Operational metrics: Translation turnaround time and the proportion of patients with NELP who receive language-concordant discharge instructions should be used to measure system efficiency, pinpoint areas for workflow refinement, and ensure equitable care delivery across diverse language groups.
3.
Clinical outcomes: Health systems need to track process and clinical outcomes.
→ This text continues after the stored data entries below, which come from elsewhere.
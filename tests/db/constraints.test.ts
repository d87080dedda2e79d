import { eq, getTableName, sql } from "drizzle-orm";
import type { SQLiteTable } from "drizzle-orm/sqlite-core";
import { afterEach, beforeEach, describe, expect, it } from "vitest";
import * as s from "@/db/schema";
import { createTestDb, type TestDb } from "../support/test-db";
import { buildCompany, issueProposal } from "./fixture";
import { schemaTables as tables, sqlErrorOf } from "./helpers";

let t: TestDb;
beforeEach(async () => {
  t = await createTestDb();
});
afterEach(() => t.cleanup());

async function count(table: SQLiteTable, where?: ReturnType<typeof eq>) {
  const q = t.db.select({ n: sql<number>`count(*)` }).from(table);
  const [row] = await (where ? q.where(where) : q);
  return row.n;
}

describe("cascades", () => {
  it("deleting a company removes all its data, issued documents included, and nothing of another company", async () => {
    const a = await buildCompany(t.db, "a");
    const b = await buildCompany(t.db, "b");
    await issueProposal(t.db, a);
    await issueProposal(t.db, b);
    const before: Record<string, number> = {};
    for (const table of tables) before[getTableName(table)] = await count(table);

    await t.db.delete(s.companies).where(eq(s.companies.id, a.company.id));

    for (const table of tables) {
      const name = getTableName(table);
      const expected = name === "sign_in_attempts" ? 0 : before[name] / 2;
      expect(await count(table), name).toBe(expected);
    }
  });

  it("deleting a job without issued documents removes its work and unlinks its mail", async () => {
    const f = await buildCompany(t.db, "a");
    await t.db.delete(s.jobs).where(eq(s.jobs.id, f.job.id));
    for (const table of [s.jobCrew, s.jobStageEvents, s.heatingSystems, s.surfaces, s.leakageTests, s.upgrades, s.proposals, s.proposalLineItems, s.crewLogEntries, s.safetyAcknowledgements, s.photos]) {
      expect(await count(table), getTableName(table)).toBe(0);
    }
    expect(await count(s.assemblies)).toBe(1); // the company's library assembly stays; the job's own one goes
    const [mail] = await t.db.select().from(s.mailOutbox);
    expect(mail.relatedJobId).toBeNull();
    expect(await count(s.houses)).toBe(1);
  });

  it("refuses to delete a job, or the proposal, once a document has been issued", async () => {
    const f = await buildCompany(t.db, "a");
    await issueProposal(t.db, f);
    expect(await sqlErrorOf(t.db.delete(s.jobs).where(eq(s.jobs.id, f.job.id)))).toMatch(/FOREIGN KEY/);
    expect(await sqlErrorOf(t.db.delete(s.proposals).where(eq(s.proposals.id, f.proposal.id)))).toMatch(/FOREIGN KEY/);
    expect(await count(s.surfaces)).toBe(2);
  });

  it("refuses to delete a house or client that still has jobs", async () => {
    const f = await buildCompany(t.db, "a");
    expect(await sqlErrorOf(t.db.delete(s.houses).where(eq(s.houses.id, f.house.id)))).toMatch(/FOREIGN KEY/);
    expect(await sqlErrorOf(t.db.delete(s.clients).where(eq(s.clients.id, f.client.id)))).toMatch(/FOREIGN KEY/);
  });

  it("deleting a homeowner account unlinks the client and drops the tokens", async () => {
    const f = await buildCompany(t.db, "a");
    await t.db.delete(s.users).where(eq(s.users.id, f.homeowner.id));
    const [client] = await t.db.select().from(s.clients);
    expect(client.userId).toBeNull();
    expect(await count(s.authTokens)).toBe(0);
  });

  it("deleting an auditor with no authored records unassigns them and keeps the log", async () => {
    const f = await buildCompany(t.db, "a");
    await t.db.delete(s.leakageTests); // the only record the fixture's auditor authored
    await t.db.delete(s.users).where(eq(s.users.id, f.auditor.id));
    const [job] = await t.db.select().from(s.jobs);
    expect(job.auditorId).toBeNull();
    const [entry] = await t.db.select().from(s.activityLog);
    expect(entry.userId).toBeNull();
  });

  it("refuses to delete a user who has history on a job (disable them instead)", async () => {
    const f = await buildCompany(t.db, "a");
    expect(await sqlErrorOf(t.db.delete(s.users).where(eq(s.users.id, f.installer.id)))).toMatch(/FOREIGN KEY/);
    expect(await sqlErrorOf(t.db.delete(s.users).where(eq(s.users.id, f.owner.id)))).toMatch(/FOREIGN KEY/);
  });

  it("deleting an assembly drops its layers and unlinks surfaces; deleting a wall takes its window", async () => {
    const f = await buildCompany(t.db, "a");
    await t.db.delete(s.assemblies).where(eq(s.assemblies.id, f.assembly.id));
    expect(await count(s.assemblyLayers)).toBe(0);
    const [wall] = await t.db.select().from(s.surfaces).where(eq(s.surfaces.id, f.wall.id));
    expect(wall.existingAssemblyId).toBeNull();
    expect(wall.proposedAssemblyId).toBe(f.jobAssembly.id);
    await t.db.delete(s.surfaces).where(eq(s.surfaces.id, f.wall.id));
    expect(await count(s.surfaces)).toBe(0);
    const [photo] = await t.db.select().from(s.photos);
    expect(photo.surfaceId).toBeNull();
  });

  it("deleting a price-book item keeps the upgrade and line item, unlinked", async () => {
    const f = await buildCompany(t.db, "a");
    await t.db.delete(s.priceBookItems).where(eq(s.priceBookItems.id, f.item.id));
    const [upgrade] = await t.db.select().from(s.upgrades);
    const [line] = await t.db.select().from(s.proposalLineItems);
    expect(upgrade.priceBookItemId).toBeNull();
    expect(line.priceBookItemId).toBeNull();
    expect(line.totalCents).toBe(15000);
  });
});

describe("uniqueness", () => {
  it("allows one account per e-mail address, across companies", async () => {
    const a = await buildCompany(t.db, "a");
    const b = await buildCompany(t.db, "b");
    const message = await sqlErrorOf(
      t.db.insert(s.users).values({ companyId: b.company.id, email: a.owner.email, name: "Dup", role: "owner" }),
    );
    expect(message).toMatch(/UNIQUE constraint failed: users\.email/);
  });

  it("stores e-mail addresses in lower case only", async () => {
    const a = await buildCompany(t.db, "a");
    const message = await sqlErrorOf(
      t.db.insert(s.users).values({ companyId: a.company.id, email: "Mixed@Case.example", name: "M", role: "auditor" }),
    );
    expect(message).toMatch(/CHECK constraint failed: users_email_lower_case/);
  });

  it("numbers jobs once per company, and the same number in another company is fine", async () => {
    const a = await buildCompany(t.db, "a");
    const b = await buildCompany(t.db, "b");
    expect(b.job.number).toBe(a.job.number);
    const message = await sqlErrorOf(
      t.db.insert(s.jobs).values({ ...a.job, id: undefined }),
    );
    expect(message).toMatch(/UNIQUE constraint failed: jobs\.company_id, jobs\.number/);
  });

  it("rejects a replayed crew-log submission", async () => {
    const a = await buildCompany(t.db, "a");
    const entry = { jobId: a.job.id, userId: a.installer.id, clientRequestId: "phone-req-1", loggedAt: new Date(), bagsBlown: 4 };
    await t.db.insert(s.crewLogEntries).values(entry);
    await t.db.insert(s.crewLogEntries).values(entry).onConflictDoNothing({ target: s.crewLogEntries.clientRequestId });
    expect(await count(s.crewLogEntries, eq(s.crewLogEntries.clientRequestId, "phone-req-1"))).toBe(1);
  });

  it("issues each document version once per job and kind", async () => {
    const a = await buildCompany(t.db, "a");
    const doc = await issueProposal(t.db, a);
    const message = await sqlErrorOf(t.db.insert(s.issuedDocuments).values({ ...doc, id: undefined }));
    expect(message).toMatch(/UNIQUE constraint failed: issued_documents\.job_id, issued_documents\.kind, issued_documents\.version/);
  });

  it("keeps built-in assembly keys unique, while companies may reuse one for their copies", async () => {
    const a = await buildCompany(t.db, "a");
    const builtIn = { name: "2x4 wall", kind: "wall" as const, builtInKey: "wall-2x4-16oc" };
    await t.db.insert(s.assemblies).values(builtIn);
    await t.db.insert(s.assemblies).values({ ...builtIn, companyId: a.company.id });
    await t.db.insert(s.assemblies).values({ ...builtIn, companyId: a.company.id });
    expect(await sqlErrorOf(t.db.insert(s.assemblies).values(builtIn))).toMatch(/UNIQUE constraint failed/);
  });
});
They can focus on measures prioritized by the CMS, such as readmission and mortality rates for conditions like heart failure or Chronic Obstructive Pulmonary Disease¹. These outcomes can be tracked by extracting data from clinical notes^55,56 or ICD-10 codes^57,58 for patients with NELP.
4.
Patient understandability and actionability: The Patient Education Materials Assessment Tool (PEMAT), which assesses the clarity, ease of understanding, and actionability of health care materials, could be used to evaluate MAT⁵⁹. Similar to MQM, it is time-consuming to administer and best applied periodically (e.g., monthly) on a representative subset of translations⁵⁰. PEMAT evaluation should be carried out by patients or patient advisory boards. Another approach to evaluation involves having a clinician identify five key points from a discharge summary, then convert those into open-ended questions. A patient representative reads the translated text and answers these questions (Fig. 1). By grading the accuracy of responses, teams gauge how well LLM-supported translations convey essential clinical information.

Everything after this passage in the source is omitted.